Top of SOURCE INFORMATION

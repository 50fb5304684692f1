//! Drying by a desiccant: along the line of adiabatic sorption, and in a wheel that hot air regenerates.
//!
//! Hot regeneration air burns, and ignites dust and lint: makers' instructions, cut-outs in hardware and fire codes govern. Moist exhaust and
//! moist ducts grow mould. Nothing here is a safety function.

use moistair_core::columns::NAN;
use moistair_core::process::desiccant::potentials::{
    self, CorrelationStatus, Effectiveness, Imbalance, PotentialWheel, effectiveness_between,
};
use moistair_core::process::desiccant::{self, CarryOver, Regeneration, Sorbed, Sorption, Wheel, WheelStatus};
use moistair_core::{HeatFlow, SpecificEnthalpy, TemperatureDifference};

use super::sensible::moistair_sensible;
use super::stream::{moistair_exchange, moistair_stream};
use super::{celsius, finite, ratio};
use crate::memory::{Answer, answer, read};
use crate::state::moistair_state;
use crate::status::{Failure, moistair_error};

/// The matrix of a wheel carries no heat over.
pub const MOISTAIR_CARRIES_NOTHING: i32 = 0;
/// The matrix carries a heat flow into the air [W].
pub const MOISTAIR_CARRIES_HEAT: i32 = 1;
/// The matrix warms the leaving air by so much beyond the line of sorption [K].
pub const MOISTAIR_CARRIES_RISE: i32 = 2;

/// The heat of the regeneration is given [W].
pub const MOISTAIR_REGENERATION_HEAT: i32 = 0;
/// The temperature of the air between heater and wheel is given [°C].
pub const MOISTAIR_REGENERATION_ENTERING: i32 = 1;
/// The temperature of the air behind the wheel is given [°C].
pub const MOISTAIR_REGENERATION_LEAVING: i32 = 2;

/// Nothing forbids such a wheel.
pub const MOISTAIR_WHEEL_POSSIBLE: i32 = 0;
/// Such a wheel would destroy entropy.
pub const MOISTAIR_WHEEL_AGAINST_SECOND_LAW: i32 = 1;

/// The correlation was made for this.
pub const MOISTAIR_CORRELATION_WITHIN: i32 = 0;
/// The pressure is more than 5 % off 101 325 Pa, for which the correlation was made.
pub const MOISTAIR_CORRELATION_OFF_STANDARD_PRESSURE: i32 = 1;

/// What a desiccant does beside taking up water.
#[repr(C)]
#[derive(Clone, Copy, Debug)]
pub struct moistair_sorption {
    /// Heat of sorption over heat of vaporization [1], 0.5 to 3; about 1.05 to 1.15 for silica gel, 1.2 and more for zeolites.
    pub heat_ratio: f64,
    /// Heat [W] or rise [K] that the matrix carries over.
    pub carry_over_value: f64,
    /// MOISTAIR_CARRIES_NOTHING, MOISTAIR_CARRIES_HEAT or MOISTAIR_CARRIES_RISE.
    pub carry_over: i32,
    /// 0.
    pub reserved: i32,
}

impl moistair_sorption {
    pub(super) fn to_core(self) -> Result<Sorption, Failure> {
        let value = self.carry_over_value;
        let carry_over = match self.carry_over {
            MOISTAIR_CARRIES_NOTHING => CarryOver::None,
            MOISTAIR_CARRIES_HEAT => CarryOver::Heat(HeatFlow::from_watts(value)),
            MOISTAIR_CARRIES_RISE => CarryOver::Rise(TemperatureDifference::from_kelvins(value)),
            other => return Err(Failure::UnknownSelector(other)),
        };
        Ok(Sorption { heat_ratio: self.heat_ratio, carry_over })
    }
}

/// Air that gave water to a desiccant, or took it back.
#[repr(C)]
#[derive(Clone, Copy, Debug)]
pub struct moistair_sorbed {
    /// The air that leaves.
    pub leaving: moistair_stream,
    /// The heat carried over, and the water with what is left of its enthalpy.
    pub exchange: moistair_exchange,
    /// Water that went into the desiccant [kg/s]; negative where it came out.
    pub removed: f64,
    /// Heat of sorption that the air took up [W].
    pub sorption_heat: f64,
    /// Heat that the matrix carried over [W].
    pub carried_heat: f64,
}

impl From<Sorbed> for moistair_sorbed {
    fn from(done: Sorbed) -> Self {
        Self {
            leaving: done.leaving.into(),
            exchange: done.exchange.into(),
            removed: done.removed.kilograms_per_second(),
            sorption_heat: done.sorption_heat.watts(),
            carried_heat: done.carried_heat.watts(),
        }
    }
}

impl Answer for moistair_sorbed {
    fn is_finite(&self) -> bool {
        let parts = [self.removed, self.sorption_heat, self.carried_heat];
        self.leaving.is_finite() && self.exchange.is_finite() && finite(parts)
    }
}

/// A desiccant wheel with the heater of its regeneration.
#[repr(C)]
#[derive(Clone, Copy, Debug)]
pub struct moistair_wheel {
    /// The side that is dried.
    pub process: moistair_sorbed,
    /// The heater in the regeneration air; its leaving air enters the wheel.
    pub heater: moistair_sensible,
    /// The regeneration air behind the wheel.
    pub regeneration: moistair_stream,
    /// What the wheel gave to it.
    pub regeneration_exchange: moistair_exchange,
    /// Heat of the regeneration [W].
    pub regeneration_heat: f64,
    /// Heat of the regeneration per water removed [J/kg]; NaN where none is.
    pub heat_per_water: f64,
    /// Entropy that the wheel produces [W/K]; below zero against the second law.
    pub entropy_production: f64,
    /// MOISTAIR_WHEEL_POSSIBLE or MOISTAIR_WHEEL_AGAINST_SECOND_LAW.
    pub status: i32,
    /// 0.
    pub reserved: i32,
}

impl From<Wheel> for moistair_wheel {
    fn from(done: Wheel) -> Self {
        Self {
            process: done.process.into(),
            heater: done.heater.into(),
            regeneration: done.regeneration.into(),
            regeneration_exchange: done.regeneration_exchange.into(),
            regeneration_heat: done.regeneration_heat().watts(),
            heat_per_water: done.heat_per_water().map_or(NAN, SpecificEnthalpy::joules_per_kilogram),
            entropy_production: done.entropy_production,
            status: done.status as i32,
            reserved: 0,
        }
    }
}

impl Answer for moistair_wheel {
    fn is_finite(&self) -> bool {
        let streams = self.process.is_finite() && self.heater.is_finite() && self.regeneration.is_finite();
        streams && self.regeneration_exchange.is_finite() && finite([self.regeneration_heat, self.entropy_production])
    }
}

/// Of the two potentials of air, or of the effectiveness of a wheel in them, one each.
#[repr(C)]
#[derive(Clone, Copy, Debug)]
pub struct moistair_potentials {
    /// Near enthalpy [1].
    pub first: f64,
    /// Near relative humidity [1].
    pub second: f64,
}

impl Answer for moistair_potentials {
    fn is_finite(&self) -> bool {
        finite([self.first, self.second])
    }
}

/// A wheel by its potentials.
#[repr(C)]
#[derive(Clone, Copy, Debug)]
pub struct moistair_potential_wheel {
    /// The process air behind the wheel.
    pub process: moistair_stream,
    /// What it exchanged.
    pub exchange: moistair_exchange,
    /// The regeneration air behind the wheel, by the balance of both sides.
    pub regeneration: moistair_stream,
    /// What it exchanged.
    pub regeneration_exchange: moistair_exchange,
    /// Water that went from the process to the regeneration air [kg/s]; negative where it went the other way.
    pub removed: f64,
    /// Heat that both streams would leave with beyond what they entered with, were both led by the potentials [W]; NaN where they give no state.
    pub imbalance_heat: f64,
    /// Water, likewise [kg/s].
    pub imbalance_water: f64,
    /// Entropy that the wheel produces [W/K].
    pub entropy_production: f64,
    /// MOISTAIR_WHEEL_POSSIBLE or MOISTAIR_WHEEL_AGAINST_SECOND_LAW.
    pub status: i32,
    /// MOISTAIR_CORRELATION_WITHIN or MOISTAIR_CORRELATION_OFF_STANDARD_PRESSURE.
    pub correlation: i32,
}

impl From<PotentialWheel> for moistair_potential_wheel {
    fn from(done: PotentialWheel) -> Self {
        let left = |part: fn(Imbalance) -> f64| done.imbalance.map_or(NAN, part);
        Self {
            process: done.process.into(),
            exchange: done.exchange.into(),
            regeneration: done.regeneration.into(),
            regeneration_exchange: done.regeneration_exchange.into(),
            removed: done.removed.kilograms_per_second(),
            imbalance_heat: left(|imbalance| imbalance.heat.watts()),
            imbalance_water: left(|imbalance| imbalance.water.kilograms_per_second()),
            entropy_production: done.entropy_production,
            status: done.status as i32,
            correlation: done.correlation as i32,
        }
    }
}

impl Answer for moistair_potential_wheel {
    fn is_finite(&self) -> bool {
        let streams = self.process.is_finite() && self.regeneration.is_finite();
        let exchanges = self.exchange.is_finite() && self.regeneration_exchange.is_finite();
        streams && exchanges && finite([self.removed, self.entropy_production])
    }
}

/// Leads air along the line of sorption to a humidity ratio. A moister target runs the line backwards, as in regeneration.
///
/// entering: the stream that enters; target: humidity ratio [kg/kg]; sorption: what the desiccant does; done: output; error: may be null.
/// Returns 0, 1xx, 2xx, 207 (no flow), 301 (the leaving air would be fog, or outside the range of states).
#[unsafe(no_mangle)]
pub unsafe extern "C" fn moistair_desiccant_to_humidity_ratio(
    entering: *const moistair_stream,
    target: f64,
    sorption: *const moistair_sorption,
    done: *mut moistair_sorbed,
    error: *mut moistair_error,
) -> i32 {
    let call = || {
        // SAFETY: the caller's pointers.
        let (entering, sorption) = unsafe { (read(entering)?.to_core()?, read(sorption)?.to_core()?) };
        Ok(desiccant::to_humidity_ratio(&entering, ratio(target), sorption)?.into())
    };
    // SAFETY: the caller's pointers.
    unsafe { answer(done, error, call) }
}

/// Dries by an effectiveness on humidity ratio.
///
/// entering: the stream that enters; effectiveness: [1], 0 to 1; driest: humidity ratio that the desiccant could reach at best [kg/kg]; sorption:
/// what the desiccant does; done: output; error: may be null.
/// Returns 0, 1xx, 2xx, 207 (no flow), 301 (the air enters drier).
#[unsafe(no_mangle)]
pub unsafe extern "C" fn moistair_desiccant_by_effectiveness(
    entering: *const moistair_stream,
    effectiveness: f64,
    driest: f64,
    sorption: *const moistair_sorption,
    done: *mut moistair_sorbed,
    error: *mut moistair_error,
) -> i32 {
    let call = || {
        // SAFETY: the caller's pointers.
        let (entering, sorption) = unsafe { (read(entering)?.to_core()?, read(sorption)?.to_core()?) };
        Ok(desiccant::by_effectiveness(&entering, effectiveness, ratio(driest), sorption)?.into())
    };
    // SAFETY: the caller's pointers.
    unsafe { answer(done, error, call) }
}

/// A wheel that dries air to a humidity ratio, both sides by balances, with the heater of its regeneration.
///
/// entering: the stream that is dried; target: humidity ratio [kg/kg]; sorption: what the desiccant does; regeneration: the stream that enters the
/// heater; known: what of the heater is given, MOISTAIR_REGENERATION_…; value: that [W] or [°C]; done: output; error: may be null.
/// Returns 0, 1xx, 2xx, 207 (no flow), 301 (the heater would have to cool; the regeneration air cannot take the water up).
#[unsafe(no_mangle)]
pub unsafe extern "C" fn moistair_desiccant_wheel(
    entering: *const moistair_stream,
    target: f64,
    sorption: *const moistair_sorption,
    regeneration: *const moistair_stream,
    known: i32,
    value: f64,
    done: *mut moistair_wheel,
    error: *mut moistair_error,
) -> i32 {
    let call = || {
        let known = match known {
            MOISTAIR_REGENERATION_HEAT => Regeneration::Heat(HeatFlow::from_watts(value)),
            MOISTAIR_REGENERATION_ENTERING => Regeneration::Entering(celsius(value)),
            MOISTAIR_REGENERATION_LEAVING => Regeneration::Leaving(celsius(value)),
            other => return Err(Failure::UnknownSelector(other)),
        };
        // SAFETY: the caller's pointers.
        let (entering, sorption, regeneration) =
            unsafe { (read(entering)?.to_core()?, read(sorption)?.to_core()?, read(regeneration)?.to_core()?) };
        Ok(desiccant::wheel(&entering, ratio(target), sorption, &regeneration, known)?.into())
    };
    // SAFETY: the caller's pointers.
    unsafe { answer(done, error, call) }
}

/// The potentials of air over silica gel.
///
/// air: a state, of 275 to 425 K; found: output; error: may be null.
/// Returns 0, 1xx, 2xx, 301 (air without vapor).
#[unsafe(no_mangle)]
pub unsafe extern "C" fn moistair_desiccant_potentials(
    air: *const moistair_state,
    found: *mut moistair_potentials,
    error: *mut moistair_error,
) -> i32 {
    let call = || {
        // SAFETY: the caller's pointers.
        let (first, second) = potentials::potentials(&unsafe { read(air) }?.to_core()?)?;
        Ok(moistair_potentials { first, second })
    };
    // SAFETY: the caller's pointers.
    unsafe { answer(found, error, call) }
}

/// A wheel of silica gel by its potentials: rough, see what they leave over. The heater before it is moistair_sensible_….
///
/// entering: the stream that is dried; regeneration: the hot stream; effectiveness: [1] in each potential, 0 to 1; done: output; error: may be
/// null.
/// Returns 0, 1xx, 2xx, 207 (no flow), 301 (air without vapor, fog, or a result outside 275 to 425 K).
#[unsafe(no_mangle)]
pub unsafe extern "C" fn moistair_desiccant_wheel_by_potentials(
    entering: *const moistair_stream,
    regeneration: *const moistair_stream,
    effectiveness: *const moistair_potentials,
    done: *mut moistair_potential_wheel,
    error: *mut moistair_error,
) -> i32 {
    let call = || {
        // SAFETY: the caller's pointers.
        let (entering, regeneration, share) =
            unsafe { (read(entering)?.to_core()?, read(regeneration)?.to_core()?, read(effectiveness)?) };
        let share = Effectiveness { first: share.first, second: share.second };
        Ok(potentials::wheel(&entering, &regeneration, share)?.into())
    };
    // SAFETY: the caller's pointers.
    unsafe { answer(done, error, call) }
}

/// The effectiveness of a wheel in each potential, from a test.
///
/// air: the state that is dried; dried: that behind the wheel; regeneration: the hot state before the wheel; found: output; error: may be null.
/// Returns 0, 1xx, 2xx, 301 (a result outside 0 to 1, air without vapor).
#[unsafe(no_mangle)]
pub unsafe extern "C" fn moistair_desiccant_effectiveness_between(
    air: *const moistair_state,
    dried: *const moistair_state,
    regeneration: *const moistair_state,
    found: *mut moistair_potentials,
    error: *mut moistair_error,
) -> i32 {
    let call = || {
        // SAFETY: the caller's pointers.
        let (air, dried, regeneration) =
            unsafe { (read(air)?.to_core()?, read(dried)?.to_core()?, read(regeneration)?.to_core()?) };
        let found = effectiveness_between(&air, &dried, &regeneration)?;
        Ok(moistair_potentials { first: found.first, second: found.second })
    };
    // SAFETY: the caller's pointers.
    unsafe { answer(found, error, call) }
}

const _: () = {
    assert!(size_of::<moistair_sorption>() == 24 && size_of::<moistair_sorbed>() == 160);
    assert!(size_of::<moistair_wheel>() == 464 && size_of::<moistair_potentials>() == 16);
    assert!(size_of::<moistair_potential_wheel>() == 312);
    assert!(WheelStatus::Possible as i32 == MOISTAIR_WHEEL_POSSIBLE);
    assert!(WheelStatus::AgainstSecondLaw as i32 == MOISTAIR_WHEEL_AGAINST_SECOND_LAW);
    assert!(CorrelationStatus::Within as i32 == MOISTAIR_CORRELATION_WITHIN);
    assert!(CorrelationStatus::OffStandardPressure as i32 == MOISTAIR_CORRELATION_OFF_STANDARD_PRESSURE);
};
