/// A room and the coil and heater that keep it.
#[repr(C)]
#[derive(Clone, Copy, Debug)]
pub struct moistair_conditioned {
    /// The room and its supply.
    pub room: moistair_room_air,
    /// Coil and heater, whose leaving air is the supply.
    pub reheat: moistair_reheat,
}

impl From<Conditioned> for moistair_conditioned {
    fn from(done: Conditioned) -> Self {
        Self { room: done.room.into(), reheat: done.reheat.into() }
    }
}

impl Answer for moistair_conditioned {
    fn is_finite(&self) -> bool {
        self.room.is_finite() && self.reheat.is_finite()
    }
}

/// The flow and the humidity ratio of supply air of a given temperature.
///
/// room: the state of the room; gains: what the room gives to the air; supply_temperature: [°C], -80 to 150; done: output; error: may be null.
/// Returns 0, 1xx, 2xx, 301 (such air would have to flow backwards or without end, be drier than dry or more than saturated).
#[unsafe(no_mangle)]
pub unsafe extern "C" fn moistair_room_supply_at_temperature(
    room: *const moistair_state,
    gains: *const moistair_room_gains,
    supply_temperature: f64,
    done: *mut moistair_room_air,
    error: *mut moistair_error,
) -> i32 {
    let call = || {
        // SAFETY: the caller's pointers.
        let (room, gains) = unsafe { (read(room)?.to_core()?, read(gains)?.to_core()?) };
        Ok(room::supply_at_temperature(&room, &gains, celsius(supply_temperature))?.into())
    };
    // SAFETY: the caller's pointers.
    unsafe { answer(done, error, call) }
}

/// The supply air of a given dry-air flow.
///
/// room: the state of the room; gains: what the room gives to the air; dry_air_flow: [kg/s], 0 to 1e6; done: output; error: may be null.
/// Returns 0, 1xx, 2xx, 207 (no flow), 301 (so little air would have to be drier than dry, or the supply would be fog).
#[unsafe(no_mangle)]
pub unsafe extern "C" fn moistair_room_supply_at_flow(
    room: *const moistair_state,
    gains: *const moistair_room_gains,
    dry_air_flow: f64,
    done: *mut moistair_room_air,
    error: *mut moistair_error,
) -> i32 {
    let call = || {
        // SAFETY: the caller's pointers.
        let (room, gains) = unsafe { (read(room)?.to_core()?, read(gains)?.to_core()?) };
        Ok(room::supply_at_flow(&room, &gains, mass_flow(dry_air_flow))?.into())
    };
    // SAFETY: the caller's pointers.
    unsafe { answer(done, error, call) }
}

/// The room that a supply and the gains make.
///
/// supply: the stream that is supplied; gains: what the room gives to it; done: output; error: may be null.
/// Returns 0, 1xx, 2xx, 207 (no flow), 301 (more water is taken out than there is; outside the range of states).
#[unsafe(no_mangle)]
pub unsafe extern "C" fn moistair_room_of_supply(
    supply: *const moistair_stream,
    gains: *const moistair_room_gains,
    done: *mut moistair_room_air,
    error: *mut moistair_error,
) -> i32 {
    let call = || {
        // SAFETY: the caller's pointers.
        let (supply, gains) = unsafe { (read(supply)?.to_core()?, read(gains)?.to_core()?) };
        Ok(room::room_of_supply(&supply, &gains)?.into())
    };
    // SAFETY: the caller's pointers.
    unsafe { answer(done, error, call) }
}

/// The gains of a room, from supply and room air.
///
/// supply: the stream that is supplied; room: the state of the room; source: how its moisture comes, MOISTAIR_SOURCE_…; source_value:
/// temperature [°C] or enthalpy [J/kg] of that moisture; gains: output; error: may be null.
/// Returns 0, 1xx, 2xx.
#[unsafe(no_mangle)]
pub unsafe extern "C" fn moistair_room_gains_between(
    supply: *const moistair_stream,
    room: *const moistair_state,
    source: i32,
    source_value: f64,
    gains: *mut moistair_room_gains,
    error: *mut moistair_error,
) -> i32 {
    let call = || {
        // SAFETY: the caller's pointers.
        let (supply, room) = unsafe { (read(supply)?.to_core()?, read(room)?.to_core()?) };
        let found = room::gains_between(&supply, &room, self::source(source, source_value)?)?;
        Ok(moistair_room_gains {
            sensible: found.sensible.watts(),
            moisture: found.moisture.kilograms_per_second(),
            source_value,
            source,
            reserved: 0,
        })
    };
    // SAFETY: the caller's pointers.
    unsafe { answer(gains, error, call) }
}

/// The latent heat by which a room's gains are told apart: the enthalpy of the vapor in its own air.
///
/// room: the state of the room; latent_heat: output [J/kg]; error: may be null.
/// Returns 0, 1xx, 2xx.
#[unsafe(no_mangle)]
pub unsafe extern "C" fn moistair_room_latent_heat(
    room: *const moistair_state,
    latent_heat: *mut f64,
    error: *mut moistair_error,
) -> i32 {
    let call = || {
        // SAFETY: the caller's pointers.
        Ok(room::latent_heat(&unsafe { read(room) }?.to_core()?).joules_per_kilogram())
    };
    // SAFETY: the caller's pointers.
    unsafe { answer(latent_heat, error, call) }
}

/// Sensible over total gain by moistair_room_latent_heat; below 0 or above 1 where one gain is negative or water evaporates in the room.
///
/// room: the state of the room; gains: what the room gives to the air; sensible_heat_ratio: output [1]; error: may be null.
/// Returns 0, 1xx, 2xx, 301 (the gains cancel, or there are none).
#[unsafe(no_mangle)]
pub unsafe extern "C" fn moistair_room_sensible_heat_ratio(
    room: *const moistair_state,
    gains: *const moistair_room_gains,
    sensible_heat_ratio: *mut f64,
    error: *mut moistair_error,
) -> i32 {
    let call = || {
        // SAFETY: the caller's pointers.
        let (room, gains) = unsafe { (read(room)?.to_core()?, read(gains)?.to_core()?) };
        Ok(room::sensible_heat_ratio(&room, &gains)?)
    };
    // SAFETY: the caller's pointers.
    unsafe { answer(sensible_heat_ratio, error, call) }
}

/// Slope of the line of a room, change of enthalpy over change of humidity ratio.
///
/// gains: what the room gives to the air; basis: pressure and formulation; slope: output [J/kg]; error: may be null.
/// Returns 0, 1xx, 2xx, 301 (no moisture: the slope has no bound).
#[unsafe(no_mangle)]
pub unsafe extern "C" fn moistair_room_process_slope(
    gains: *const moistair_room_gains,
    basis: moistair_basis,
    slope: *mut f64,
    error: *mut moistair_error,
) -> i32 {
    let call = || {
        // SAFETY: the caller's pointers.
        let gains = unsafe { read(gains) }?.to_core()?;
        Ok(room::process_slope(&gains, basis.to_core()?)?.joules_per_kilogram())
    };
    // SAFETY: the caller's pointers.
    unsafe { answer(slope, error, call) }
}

Bottom of SOURCE INFORMATION

### YOUR TASK
Which lines of the records above contain the word "before"? Show each of them.

### FINAL ANSWER
/// A wheel of silica gel by its potentials: rough, see what they leave over. The heater before it is moistair_sensible_….
/// air: the state that is dried; dried: that behind the wheel; regeneration: the hot state before the wheel; found: output; error: may be null.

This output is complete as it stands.